Only lines containing the string "CarryoverBlank" belong in the answer; copy all of them from the entries.

*** Opening of SUPPLIED RECORDS ***

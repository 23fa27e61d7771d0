package demo

import (
	"bytes"
	"fmt"
	"time"

	"assaywrit/evidence/casefile"
)

// An injection of the example's batch.
type injection struct {
	role     casefile.Role
	level    string
	aliquot  string
	dilution float64
	scale    float64 // amount as a multiple of the top calibrator's
	urine    bool    // matrix, with what comes along in it
	standard bool    // internal standard added
	note     string
}

const topLevel = "C7"

// batch is the sequence: blanks, seven calibrators, a blank after the highest, controls around the sample's three aliquots.
var batch = []injection{
	{role: casefile.SolventBlank, note: "start of the batch"},
	{role: casefile.MatrixBlank, urine: true},
	{role: casefile.ZeroCalibrator, urine: true, standard: true},
	{role: casefile.Calibrator, level: "C1", scale: 0.025, urine: true, standard: true},
	{role: casefile.Calibrator, level: "C2", scale: 0.05, urine: true, standard: true},
	{role: casefile.Calibrator, level: "C3", scale: 0.125, urine: true, standard: true},
	{role: casefile.Calibrator, level: "C4", scale: 0.25, urine: true, standard: true},
	{role: casefile.Calibrator, level: "C5", scale: 0.5, urine: true, standard: true},
	{role: casefile.Calibrator, level: "C6", scale: 0.75, urine: true, standard: true},
	{role: casefile.Calibrator, level: topLevel, scale: 1, urine: true, standard: true},
	{role: casefile.CarryoverBlank, note: "after the highest calibrator"},
	{role: casefile.Control, level: "low", scale: 0.075, urine: true, standard: true},
	{role: casefile.Control, level: "high", scale: 0.6, urine: true, standard: true},
	{role: casefile.NegativeControl, urine: true, standard: true},
	{role: casefile.MatrixBlank, urine: true, note: "before the sample"},
	{role: casefile.SampleAliquot, aliquot: "A1", dilution: 2, urine: true, standard: true},
	{role: casefile.SampleAliquot, aliquot: "A2", dilution: 2, urine: true, standard: true},
	{role: casefile.SampleAliquot, aliquot: "A3", dilution: 2, urine: true, standard: true},
	{role: casefile.CarryoverBlank, note: "after the sample"},
	{role: casefile.Control, level: "low", scale: 0.075, urine: true, standard: true},
	{role: casefile.Control, level: "high", scale: 0.6, urine: true, standard: true},
}

const sampleCode = "4410927"

func (r injection) id(i int) string   { return fmt.Sprintf("%03d", i+1) }
func (r injection) file(i int) string { return fmt.Sprintf("raw/%03d.mzML", i+1) }

// sampleName is what the instrument was told to call the injection.
func (r injection) sampleName() string {
	switch {
	case r.role == casefile.SampleAliquot:
		return sampleCode
	case r.level != "":
		return string(r.role) + " " + r.level
	}
	return string(r.role)
}

// acquiredAt is the start of an injection: one every seven and a half minutes.
func acquiredAt(i int) string {
	start := time.Date(2026, 3, 18, 8, 30, 0, 0, time.FixedZone("", 3600))
	return start.Add(time.Duration(i) * 450 * time.Second).Format(time.RFC3339)
}

// sequence writes sequence.csv.
func sequence() []byte {
	var b bytes.Buffer
	b.WriteString("injection,file,role,level,aliquot,sample_code,dilution,acquired,operator,note")
	for _, c := range compounds {
		fmt.Fprintf(&b, ",nominal %s [ng/mL]", c.id)
	}
	b.WriteByte('\n')
	for i, r := range batch {
		code, dilution := "", ""
		if r.role == casefile.SampleAliquot {
			code, dilution = sampleCode, fmt.Sprint(r.dilution)
		}
		fmt.Fprintf(&b, "%s,%s,%s,%s,%s,%s,%s,%s,P-03,%s", r.id(i), r.file(i), r.role, r.level, r.aliquot, code, dilution, acquiredAt(i), r.note)
		for _, c := range compounds {
			if r.role == casefile.Calibrator || r.role == casefile.Control {
				fmt.Fprintf(&b, ",%.10g", float64(r.scale*c.top))
			} else {
				b.WriteByte(',')
			}
		}
		b.WriteByte('\n')
	}
	return b.Bytes()
}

*** Close of SUPPLIED RECORDS ***

EXERCISE RESULT:
	{role: casefile.CarryoverBlank, note: "after the highest calibrator"},
	{role: casefile.CarryoverBlank, note: "after the sample"},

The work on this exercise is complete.